One capitalist always kills many. Hand in hand with this centralization, or this expropriation of many capitalists by few, develop, on an ever-extending scale, the cooperative form of the labour process, the conscious technical application of science, the methodical cultivation of the soil, the transformation of the instruments of labour into instruments of labour only usable in common, the economizing of all means of production by their use as means of production of combined, socialized labour, the entanglement of all peoples in the net of the world market [is that not proto-globalization?], and with this, the international character of the capitalistic regime.



Along with the constantly diminishing number of the magnates of capital, who usurp and monopolize all advantages of this process of transformation, grows the mass of misery, oppression, slavery, degradation, exploitation; but with this too grows the revolt of the working class, a class always increasing in numbers, and disciplined, united, organized by the very mechanism of the process of capitalist production itself. The monopoly of capital becomes a fetter upon the mode of production, which has sprung up and flourished along with, and under it. Centralization of the means of production and socialization of labour at last reach a point where they become incompatible with their capitalist integument. This integument is burst asunder. The knell of capitalist private property sounds. The expropriators are expropriated.

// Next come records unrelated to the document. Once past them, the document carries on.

function pair(problem: FitProblem, second: SecondVariable, whole: PolynomialProblem, written: FloatFormat, budget: Budget): Fit {
  const found = recognisePair(problem.function);
  if (!found || ![problem.variable, second.variable].every((v) => found.variables.includes(v))) throw new Declined('bad-request', 'Functions of two variables are fitted for hypot(x, y), sqrt(x^2 + y^2) and atan2(y, x); give values for the other symbols.');
  if (whole.method !== 'minimax' || problem.reduction === 'none' || problem.pieces !== 1 || problem.result === 'expression' || (whole.format.name !== 'binary32' && whole.format.name !== 'binary64')) throw new Declined('bad-request', 'Functions of two variables are fitted by reduction, as one function in binary32 or binary64; leave method, reduction, pieces and result out.');
  const boxes = found.variables.map((v) => (v === problem.variable ? { low: problem.low, high: problem.high } : { low: second.low, high: second.high }));
  const names = found.variables.map((v) => parameterIn(v, rowFor(problem.language))).map((v) => (/^[A-Za-z][A-Za-z0-9]*$/.test(v) && !rowFor(problem.language).reserved.includes(v) && !PAIR_LOCALS.includes(v) ? v : null));
  const [a, b] = boxes;
  const [first, other] = names.every((n) => n !== null) && names[0] !== names[1] ? names : found.kind === 'hypot' ? ['x', 'y'] : ['y', 'x'];
  if (!a || !b || !first || !other) throw new RangeError('two variables');
  const reduced = reducePair({ kind: found.kind, whole, row: rowFor(problem.language), parameters: [first, other], boxes: [a, b] }, budget);
  return { ...reducedFit(problem, [first, other], whole, reduced, written, found.kind), arguments: found.variables };
}

function reducedFit(problem: FitProblem, parameters: readonly string[], whole: PolynomialProblem, { kernels, body, error, method }: Reduced, written: FloatFormat, word?: string): Fit {
  const row = rowFor(problem.language);
  const [first] = kernels;
  if (!first) throw new RangeError('no polynomial');
  const { format } = whole;
  const assumptions = assumptionsOf(problem, format);
  const comment = commentOf(problem, format, error, assumptions, `By reduction: ${method}.`);
  const code = wholeFunction({ name: functionName(word === undefined ? wordsFor(problem.function) : [word, 'approximation'], row.id), parameters, body, language: problem.language, format: written, comment, ...rangesOf(problem, parameters) });
  const list = kernels.map(({ function: f, low, high, found }): KernelFit => ({ function: f, low, high, terms: found.terms, degree: found.degree, centre: found.centre }));
  return {
    terms: first.found.terms,
    format,
    degree: Math.max(...list.map((k) => k.degree)),
    centre: first.found.centre,
    program: asProgram(body),
    error,
    reduction: { method, kernels: list },
    method: `${methodText(problem)}; error of the reduced argument and of the reconstruction included (${method})`,
    code,
    assumptions,
  };
}

/** The statements of the longest way through a body as steps: for counting operations. */
function asProgram(body: readonly Statement[]): Program {
  const steps = body.flatMap((s) => (s.kind === 'let' ? [{ name: s.name, value: s.value }] : []));
  const last = body.at(-1);
  return { steps, result: last?.kind === 'return' ? last.value : build.number(0) };
}
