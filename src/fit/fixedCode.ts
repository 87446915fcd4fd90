/** Fixed-point programs as integer code: one helper that multiplies and rounds, one function. */
import type { Expression } from '../expression/index.ts';
import { Declined } from '../outcome.ts';
import { commentLines } from '../write/index.ts';
import { type FitCodeText, rowFor } from './code.ts';
import type { FixedFormat } from './format.ts';
import type { Program } from './program.ts';

interface IntegerLanguage {
  readonly imports: readonly string[];
  /** Lines of the helper: (a b + half) >> n, rounded to nearest. */
  readonly multiply: (name: string, half: string, shift: number) => readonly string[];
  readonly head: (name: string, x: string) => string;
  readonly assign: (name: string, value: string) => string;
  readonly result: (value: string) => string;
  readonly foot: string | null;
  readonly camel: boolean;
  /** Bits of a product that the helper holds exactly, the sign not counted. */
  readonly productBits: number;
  readonly indent: string;
}

const braced = (more: Partial<IntegerLanguage> & Pick<IntegerLanguage, 'multiply' | 'head' | 'assign'>): IntegerLanguage => ({
  imports: [],
  result: (value) => `return ${value};`,
  foot: '}',
  camel: false,
  productBits: 63,
  indent: '    ',
  ...more,
});

const LANGUAGES: Readonly<Record<string, IntegerLanguage>> = {
  c: braced({
    imports: ['#include <stdint.h>'],
    multiply: (f, half, n) => [`static inline int32_t ${f}(int32_t a, int32_t b)`, '{', `    return (int32_t)(((int64_t)a*b + ${half}) >> ${n});`, '}'],
    head: (f, x) => `static inline int32_t ${f}(int32_t ${x})\n{`,
    assign: (n, v) => `const int32_t ${n} = ${v};`,
  }),
  cpp: braced({
    imports: ['#include <cstdint>'],
    multiply: (f, half, n) => [`inline std::int32_t ${f}(std::int32_t a, std::int32_t b)`, '{', `    return static_cast<std::int32_t>((static_cast<std::int64_t>(a)*b + ${half}) >> ${n});`, '}'],
    head: (f, x) => `inline std::int32_t ${f}(std::int32_t ${x})\n{`,
    assign: (n, v) => `const std::int32_t ${n} = ${v};`,
  }),
  java: braced({
    multiply: (f, half, n) => [`static int ${f}(int a, int b) {`, `    return (int) (((long) a*b + ${half}) >> ${n});`, '}'],
    head: (f, x) => `static int ${f}(int ${x}) {`,
    assign: (n, v) => `final int ${n} = ${v};`,
    camel: true,
  }),
  csharp: braced({
    multiply: (f, half, n) => [`static int ${f}(int a, int b)`, '{', `    return (int)(((long)a*b + ${half}) >> ${n});`, '}'],
    head: (f, x) => `static int ${f}(int ${x})\n{`,
    assign: (n, v) => `int ${n} = ${v};`,
    camel: true,
  }),
  go: braced({
    multiply: (f, half, n) => [`func ${f}(a, b int32) int32 {`, `\treturn int32((int64(a)*int64(b) + ${half}) >> ${n})`, '}'],
    head: (f, x) => `func ${f}(${x} int32) int32 {`,
    assign: (n, v) => `${n} := ${v}`,
    result: (v) => `return ${v}`,
    camel: true,
    indent: '\t',
  }),
  rust: braced({
    multiply: (f, half, n) => [`fn ${f}(a: i32, b: i32) -> i32 {`, `    ((i64::from(a)*i64::from(b) + ${half}) >> ${n}) as i32`, '}'],
    head: (f, x) => `fn ${f}(${x}: i32) -> i32 {`,
    assign: (n, v) => `let ${n}: i32 = ${v};`,
  }),
  kotlin: braced({
    multiply: (f, half, n) => [`fun ${f}(a: Int, b: Int): Int = ((a.toLong()*b + ${half}) shr ${n}).toInt()`],
    head: (f, x) => `fun ${f}(${x}: Int): Int {`,
    assign: (n, v) => `val ${n} = ${v}`,
    result: (v) => `return ${v}`,
    camel: true,
  }),
  swift: braced({
    multiply: (f, half, n) => [`func ${f}(_ a: Int32, _ b: Int32) -> Int32 {`, `    return Int32((Int64(a)*Int64(b) + ${half}) >> ${n})`, '}'],
    head: (f, x) => `func ${f}(_ ${x}: Int32) -> Int32 {`,
    assign: (n, v) => `let ${n}: Int32 = ${v}`,
    result: (v) => `return ${v}`,
    camel: true,
  }),
  javascript: braced({
    multiply: (f, half, n) => [`function ${f}(a, b) {`, `  return Math.floor((a*b + ${half})/${2 ** n});`, '}'],
    head: (f, x) => `function ${f}(${x}) {`,
    assign: (n, v) => `const ${n} = ${v};`,
    camel: true,
    productBits: 52,
    indent: '  ',
  }),
  typescript: braced({
    multiply: (f, half, n) => [`function ${f}(a: number, b: number): number {`, `  return Math.floor((a*b + ${half})/${2 ** n});`, '}'],
    head: (f, x) => `function ${f}(${x}: number): number {`,
    assign: (n, v) => `const ${n} = ${v};`,
    camel: true,
    productBits: 52,
    indent: '  ',
  }),
  python: {
    imports: [],
    multiply: (f, half, n) => [`def ${f}(a, b):`, `    return (a*b + ${half}) >> ${n}`],
    head: (f, x) => `def ${f}(${x}):`,
    assign: (n, v) => `${n} = ${v}`,
    result: (v) => `return ${v}`,
    foot: null,
    camel: false,
    productBits: Infinity,
    indent: '    ',
  },
};

/** Bits of one number beside its sign in the language's integers; products must hold twice as many. */
export function requireIntegers(language: string, { integerBits, fractionBits, name }: FixedFormat): void {
  const row = rowFor(language);
  const found = LANGUAGES[row.id];
  if (!found) throw new Declined('bad-request', `Fixed-point code is not written in ${row.title}; choose ${Object.keys(LANGUAGES).join(', ')}.`);
  const bits = integerBits + fractionBits;
  if (2 * bits > found.productBits - 1) throw new Declined('bad-request', `Products of ${name} need ${2 * bits + 1} bits, more than ${row.title} multiplies exactly; choose at most ${Math.floor((found.productBits - 1) / 2)} bits beside the sign.`);
  if (fractionBits < 1) throw new Declined('bad-request', 'A fixed-point format needs at least one bit behind the point.');
}

/** Name of the helper beside a function of this name. */
const helperName = (name: string, camel: boolean): string => (camel ? `${name}Multiply` : `${name}_multiply`);

export function fixedCode(program: Program, variable: string, format: FixedFormat, language: string, name: string, comment: readonly string[]): FitCodeText {
  const row = rowFor(language);
  const style = LANGUAGES[row.id];
  if (!style) throw new Declined('bad-request', `Fixed-point code is not written in ${row.title}; choose another language.`);
  const helper = helperName(name, style.camel);
  const write = (e: Expression): string => {
    switch (e.kind) {
      case 'symbol':
        return e.name;
      case 'number':
        return `${(e.value.num << BigInt(format.fractionBits)) / e.value.den}`;
      case 'negation':
        return `-${write(e.operand)}`;
      case 'sum':
        return e.terms.map(write).reduce((a, b) => (b.startsWith('-') ? `${a} - ${b.slice(1)}` : `${a} + ${b}`));
      case 'product':
        return e.factors.map(write).reduce((a, b) => `${helper}(${a}, ${b})`);
      default:
        throw new Declined('bad-request', 'Only sums and products are written as fixed-point code.');
    }
  };
  const half = `${1n << BigInt(format.fractionBits - 1)}`;
  const lines = [
    ...commentLines(row.id, comment),
    ...style.multiply(helper, half, format.fractionBits),
    '',
    ...style.head(name, variable).split('\n'),
    ...program.steps.map((s) => style.indent + style.assign(s.name, write(s.value))),
    style.indent + style.result(write(program.result)),
    ...(style.foot === null ? [] : [style.foot]),
  ];
  const body = `${lines.join('\n')}\n`;
  return { code: style.imports.length > 0 ? `${style.imports.join('\n')}\n\n${body}` : body, body, imports: style.imports };
}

Pretty scary stuff, but there's no arguing that Marx foresaw a lot of what's going on--English riots included. It's funny that after the likes of Francis "End of History" Fukuyama declared Communism dead in the wake of 1989, we find ourselves having to say that capitalism is encountering an existential crisis. And while Leninist doctrine may have been incompatible with true Marxist ideology in many respects--especially the Soviet's statist tendencies--the same cannot be said for capitalism's contradictions since Marx described its self-defeating properties well. (Just say no to Soviet apologists like Eric Hobsbawm.)



As it was before it shall ever be. A spectre is haunting Europe...and much of the rest of the world.